Wall Street Journal Article on Background Check Companies Reporting Expunged Records Quotes Attorney Mathew Higbee

A Wall Street Journal article entitled, “Fight Grows to Stop Expunged Criminal Records Living On in Background Checks,” features a quote by RecordGone.com Founding Attorney Mathew Higbee. The article highlights the often-ignored issue of background check companies and websites that continue to report criminal case information following a court-ordered expungement or record sealing. Many individuals who have a record expunged may not realize how frequently this occurs or how many potential employers and landlords use these private companies.

The Problem: Reporting Records that Legally No Longer Exist

The WSJ article illustrates this problem by telling of the case of Ms. Stokes, a 63-year-old woman who lives in Pennsylvania. She had two arrests back in 2008 and 2010, neither of which resulted in a conviction. Ms. Stokes had both cases expunged last year and subsequently applied for housing at two senior living communities.
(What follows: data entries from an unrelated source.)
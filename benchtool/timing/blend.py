"""The period from all edges of both directions, weighted as their two noises ask for.

The widths of a trace follow each other high, low, high. An oscillator's own noise moves each width
by an independent amount of variance ``s2``; the noise of an edge lengthens one width and shortens
the next, by a variance ``q2``. So widths have the covariance s2·I + q2·K with K the second
difference (2 on the diagonal, -1 beside it), whose eigenvectors are sines with the eigenvalues
2 - 2·cos(πk/(n+1)). In the sine transform of the widths each ordinate is independent, and for a
ratio ρ = s2/q2 the best mean high and low follow in closed form: with ρ large the period is the
distance of the outer edges over their number, with ρ small it is the slope of a line through all
edges. ρ is not known; every ratio counts as far as the ordinates speak for it.
"""

from __future__ import annotations

import math
from itertools import pairwise

import numpy as np

from benchtool.frozen import frozen_record
from benchtool.model.arrays import FloatArray
from benchtool.model.timing import Intervals
from benchtool.timing.noise import ones_transformed, sine_transform
from benchtool.uncertainty import COVERAGE, normal_cdf, normal_quantile

_LEAST_RATIO = 0.05  # of (π/n)², where the oscillator's noise is too small to matter
_GREATEST_RATIO = 30.0  # where the edges' noise is
_PER_E = 1.2  # ratios in a factor of e
_CAUTION = 0.25  # power of the ratio in what is believed beforehand, for the uncertainty
_ALL_EDGES = 5.0  # weight of the least ratio, for the estimate
_ALL_OSCILLATOR = 30.0  # weight of the greatest ratio, for the uncertainty
_NOISE_KNOWN = 0.6  # standard uncertainty of the logarithm of an edge's variance from the samples
_SINGLE = 256  # ordinates at the low end that are not joined
_WIDENING = 0.03  # breadth of a band of joined ordinates, of where it lies
_RELATIVE_ROUNDING = 1e-12


@frozen_record(eq=False)
class Blend:
    """A period in seconds, what it is worth, and the two noises of the widths.

    Attributes:
        period_s: The estimate.
        u_s: Its standard uncertainty.
        dof: Degrees of freedom of ``u_s``.
        width_s2: Variance of the oscillator's own noise in a width, s².
        edge_s2: Variance of an edge's measured time, s².
    """

    period_s: float
    u_s: float
    dof: float
    width_s2: float
    edge_s2: float


@frozen_record(eq=False)
class _Ordinates:
    """Sums over bands of ordinates of one eigenvalue: squares, and products with high and low."""

    eigenvalue: FloatArray
    count: FloatArray
    square: FloatArray
    with_shape: FloatArray
    shapes: FloatArray


@frozen_record(eq=False)
class _Ratios:
    """One entry a ratio ρ: its likelihood, the period, and its standard uncertainty."""

    log_ratio: FloatArray
    log_likelihood: FloatArray
    period_s: FloatArray
    u_s: FloatArray
    scale_s2: FloatArray


def blend_period(intervals: Intervals, u_edge_s: float = 0.0) -> Blend | None:
    """Return the period from all widths, None where they are exactly alike.

    Args:
        intervals: Intervals of the trace with 4 widths or more.
        u_edge_s: What the noise of the samples gives an edge: edges scatter by no less, so a
            ratio that leaves them less speaks against itself. 0 where it is not known.

    References:
        Restricted likelihood of the ratio (Patterson & Thompson 1971, from memory), the variance
        itself integrated out (Student t). The estimate believes rather in noise of the edges;
        U in noise of the oscillator, which that of the edges can hide. Both are
        measured in tests/benchmarks: best_estimate.py and coverage_of_timing.py.
    """
    rows = widths_in_turn(intervals)
    n = sum(row.size for row, _ in rows)
    means_s = np.array([np.mean(intervals.high_s), np.mean(intervals.low_s)])
    ordinates = _join([_transform(row, high, means_s) for row, high in rows])
    whole_s = float(means_s.sum())
    if not np.sum(ordinates.square) > n * (_RELATIVE_ROUNDING * whole_s) ** 2:
        return None
    ratios = _weigh_ratios(ordinates, n, max(row.size for row, _ in rows))
    log_likelihood = ratios.log_likelihood + _known_noise(ratios, u_edge_s, n)
    even_log = log_likelihood.copy()
    even_log[0] += math.log(_ALL_EDGES)
    even = _shares(even_log)
    cautious_log = log_likelihood + _CAUTION * ratios.log_ratio
    cautious_log[-1] += math.log(_ALL_OSCILLATOR)
    away_s = float(even @ ratios.period_s)
    half_s = _half_width(_shares(cautious_log), ratios.period_s - away_s, ratios.u_s)
    part = 1 / (1 + np.exp(-ratios.log_ratio))
    return Blend(
        period_s=whole_s + away_s,
        u_s=half_s / normal_quantile((1 + COVERAGE) / 2),
        dof=n - 2,
        width_s2=float(even @ (ratios.scale_s2 * part)),
        edge_s2=float(even @ (ratios.scale_s2 * (1 - part))),
    )


def widths_in_turn(intervals: Intervals) -> list[tuple[FloatArray, bool]]:
    """Return the unbroken successions of widths, and whether each begins with a high one."""
    starts_s = np.concatenate([intervals.high_starts_s, intervals.low_starts_s])
    order = np.argsort(starts_s, kind="stable")
    start_s = starts_s[order]
    width_s = np.concatenate([intervals.high_s, intervals.low_s])[order]
    high = order < intervals.high_s.size
    apart_s = np.abs(start_s[1:] - (start_s[:-1] + width_s[:-1]))
    breaks = (high[1:] == high[:-1]) | (apart_s > 1e-3 * width_s[:-1])
    limits = [0, *(np.flatnonzero(breaks) + 1).tolist(), width_s.size]
    return [
        (width_s[start:stop], bool(high[start])) for start, stop in pairwise(limits) if stop > start
    ]


def _transform(width_s: FloatArray, high_first: bool, means_s: FloatArray) -> _Ordinates:
    """Return the ordinates of one succession, the mean widths taken out."""
    n = width_s.size
    is_high = (np.arange(n) % 2 == 0) == high_first
    y = sine_transform(width_s - np.where(is_high, *means_s))
    ones = ones_transformed(n)
    turns = ones[::-1] if high_first else -ones[::-1]  # the transform of 1, -1, 1, ...
    shapes = np.stack([(ones + turns) / 2, (ones - turns) / 2])
    bands = _bands(n)
    count = np.diff([*bands, n]).astype(np.float64)
    eigenvalue = 2 - 2 * np.cos(np.pi * np.arange(1, n + 1) / (n + 1))
    return _Ordinates(
        eigenvalue=np.add.reduceat(eigenvalue, bands) / count,
        count=count,
        square=np.add.reduceat(y**2, bands),
        with_shape=np.add.reduceat(shapes * y, bands, axis=1),
        shapes=np.add.reduceat(shapes[:, None] * shapes[None], bands, axis=2),
    )


def _bands(n: int) -> list[int]:
    """Return where bands of ordinates begin: single ones, then ever wider ones."""
    starts = list(range(min(n, _SINGLE)))
    at = _SINGLE
    while at < n:
        starts.append(at)
        at += int(at * _WIDENING)
    return starts


def _join(parts: list[_Ordinates]) -> _Ordinates:
    return _Ordinates(
        eigenvalue=np.concatenate([part.eigenvalue for part in parts]),
        count=np.concatenate([part.count for part in parts]),
        square=np.concatenate([part.square for part in parts]),
        with_shape=np.concatenate([part.with_shape for part in parts], axis=1),
        shapes=np.concatenate([part.shapes for part in parts], axis=2),
    )


def _weigh_ratios(ordinates: _Ordinates, n: int, longest: int) -> _Ratios:
    """Return the period and the likelihood at each ratio of the two noises."""
    least = math.log(_LEAST_RATIO * (math.pi / longest) ** 2)
    most = math.log(_GREATEST_RATIO)
    log_ratio = np.linspace(least, most, int((most - least) * _PER_E) + 2)
    ratio = np.exp(log_ratio)[:, None]
    weight = (1 + ratio) / (ratio + ordinates.eigenvalue)
    normal = np.moveaxis(ordinates.shapes @ weight.T, -1, 0)
    target = weight @ ordinates.with_shape.T
    inverse = np.linalg.inv(normal)
    means_s = np.einsum("mij,mj->mi", inverse, target)
    square = weight @ ordinates.square - np.einsum("mi,mi->m", target, means_s)
    scale_s2 = np.maximum(square, 0.0) / (n - 2) + 1e-300
    log_likelihood = (
        np.log(weight) @ ordinates.count / 2
        - np.log(np.linalg.det(normal)) / 2
        - (n - 2) / 2 * np.log(scale_s2)
    )
    return _Ratios(
        log_ratio=log_ratio,
        log_likelihood=log_likelihood,
        period_s=means_s.sum(axis=1),
        u_s=np.sqrt(scale_s2 * inverse.sum(axis=(1, 2))),
        scale_s2=scale_s2,
    )


def _known_noise(ratios: _Ratios, u_edge_s: float, n: int) -> FloatArray:
    """Return the log likelihood of edge noise below what is known, for each ratio."""
    if u_edge_s == 0:
        return np.zeros(ratios.log_ratio.size)
    edge_s2 = ratios.scale_s2 / (1 + np.exp(ratios.log_ratio))
    short = np.minimum(0.0, np.log(edge_s2 / u_edge_s**2))
    log_likelihood: FloatArray = -(short**2) / 2 / (_NOISE_KNOWN**2 + 2 / (n - 2))
    return log_likelihood


def _shares(log_weight: FloatArray) -> FloatArray:
    weight = np.exp(log_weight - log_weight.max())
    shares: FloatArray = weight / weight.sum()
    return shares


def _half_width(shares: FloatArray, away_s: FloatArray, u_s: FloatArray) -> float:
    """Return the half-width around zero that holds 95 % of a mixture of normal laws."""
    low, high = 0.0, float(np.max(np.abs(away_s) + 3 * u_s))
    parts = [part for part in zip(shares, away_s, u_s, strict=True) if part[0] > 1e-6]
    for _ in range(40):
        half = (low + high) / 2
        held = math.fsum(
            share * (normal_cdf((half - away) / u) - normal_cdf((-half - away) / u))
            for share, away, u in parts
        )
        low, high = (half, high) if held < COVERAGE else (low, half)
    return high
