"""What the sampling grid alone does to the mean of intervals."""

from __future__ import annotations

import math

import numpy as np

from benchtool.model.arrays import FloatArray

_HARMONICS = 6
_MOST_LAGS = 1 << 20
_PERIOD_ERROR = tuple((away / 3, (3 - abs(away)) / 9) for away in range(-2, 3))
"""A triangle of half-width 1 in five points: their places and shares."""


def period_floor(step_s: float, n: int, n_chains: int = 1) -> float:
    """Return the standard uncertainty that the grid gives the mean of n periods, in seconds.

    Only the first and the last edge of each succession count: Ts·√chains/(n√6).

    Args:
        step_s: Grid step Ts in seconds.
        n: Number of periods, 1 or more.
        n_chains: Number of successions without a gap, 1 or more.
    """
    return step_s * math.sqrt(n_chains) / (n * math.sqrt(6))


def width_floor(
    step_s: float, n: int, period_s: float | None, jitter_s2: float = 0.0, edge_s2: float = 0.0
) -> float:
    """Return the standard uncertainty that the grid gives the mean of n widths, in seconds.

    Args:
        step_s: Grid step Ts in seconds.
        n: Number of widths.
        period_s: Their spacing in seconds, None where unknown (then as if independent).
        jitter_s2: Variance a period of accumulating noise, s²; it moves edges off the grid.
        edge_s2: Variance of an edge's own noise, s².

    References:
        u² = Ts²[1/(6n) + (2/n²)·Σ_{m=1}^{n-1}(n-m)(d² - d + 1/6)], d = frac(m·T/Ts): the
        covariance of rounding errors m periods apart. With noise, harmonic k of
        d² - d + 1/6 = π⁻²·Σ cos(2πkd)/k² shrinks by exp(-2π²k²·var/Ts²).
    """
    if step_s == 0 or n == 0:
        return 0.0
    if period_s is None or n == 1:
        return step_s / math.sqrt(6 * n)
    m = np.arange(1, min(n, _MOST_LAGS), dtype=np.float64)
    related = rounding_covariance(
        m * (period_s / step_s), (m * jitter_s2 + 2 * edge_s2) / step_s**2
    )
    total = 1 / (6 * n) + 2 / n**2 * float(np.sum((n - m) * related))
    return step_s * math.sqrt(max(total, 1 / (6 * n * n)))


def blurred_width_floor(
    step_s: float, n: int, period_s: float, jitter_s2: float = 0.0, edge_s2: float = 0.0
) -> float:
    """Return ``width_floor`` where the period itself was measured on the grid, in seconds.

    Its error, as large as Ts/n, hides whether the edges lie in step with the grid, where u is far
    larger: the mean square over a triangle of that half-width. (The largest over it would need no
    chance at all, and be twice what 95 % of errors need.)

    Args:
        step_s: As for ``width_floor``, and so are the others.
        n: Number of widths.
        period_s: Their spacing as measured.
        jitter_s2: Variance a period of accumulating noise.
        edge_s2: Variance of an edge's own noise.
    """
    squares = (
        share * width_floor(step_s, n, period_s + away * step_s / n, jitter_s2, edge_s2) ** 2
        for away, share in _PERIOD_ERROR
    )
    return math.sqrt(math.fsum(squares))


def rounding_covariance(cycles: FloatArray, variance: FloatArray) -> FloatArray:
    """Return d² - d + 1/6 of the fraction d of ``cycles``, smoothed by noise.

    Args:
        cycles: Distance of two edges in grid steps, shape (n,).
        variance: Variance of that distance in steps squared, shape (n,).
    """
    if not variance.any():
        d = cycles - np.floor(cycles)
        exact: FloatArray = d * d - d + 1 / 6
        return exact
    smooth = np.zeros(cycles.size)
    for k in range(1, _HARMONICS + 1):
        damping = np.exp(-2 * math.pi**2 * k**2 * variance)
        smooth += np.cos(2 * math.pi * k * cycles) * damping / (math.pi * k) ** 2
    return smooth


def phase_lock(times_s: FloatArray, step_s: float, period_s: float | None) -> float:
    """Return how far edges sit at one phase of the grid: 0 spread evenly, 1 all alike.

    Interpolation itself bends the phases it gives, and noise spreads those of an even beat, so
    edges are locked only as far as both their times and their mean period say so.

    Args:
        times_s: Edge times in seconds, shape (n,).
        step_s: Grid step in seconds.
        period_s: Mean period in seconds, None where unknown.
    """
    n = times_s.size
    if n < 6 or step_s == 0:
        return 1.0
    seen = _alike(times_s / step_s)
    if period_s is None:
        return seen
    even = np.arange(n, dtype=np.float64) * (period_s / step_s)
    return min(seen, _alike(even))


def _alike(cycles: FloatArray) -> float:
    """Return the length of the mean unit vector at these phases, chance taken out."""
    n = cycles.size
    angle = 2 * math.pi * cycles
    square = float(np.mean(np.cos(angle)) ** 2 + np.mean(np.sin(angle)) ** 2)
    return math.sqrt(max(0.0, (square - 1 / n) * n / (n - 1)))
Her applications were rejected, according to a lawsuit recently filed in federal court, after RealPage Inc. reported her expunged cases to the housing centers on a background check.

Since 2006, when Attorney Mathew Higbee founded RecordGone.com, the firm has helped expunge over 13,000 cases for our clients. Obtaining relief at the courthouse is a very valuable and necessary step. But we have seen first hand and have long recognized that expungement is indeed only the first step to being completely free of the record. To help our clients overcome this added hurdle of private background check companies, we offer additional services, such as the Expedited Record Clearance Update service, which updates these companies following an expungement.

What Causes the Information to Continue to be Reported?

As Mr. Higbee was quoted as stating in the article, it is often just a matter of timing. Background check companies pull updated information from the local court and law enforcement agencies rather infrequently. Therefore, even after the county and state agencies have complied with the expungement order, these private companies will not obtain notification of the expungement and will continue reporting the case until they purchase a new batch of information.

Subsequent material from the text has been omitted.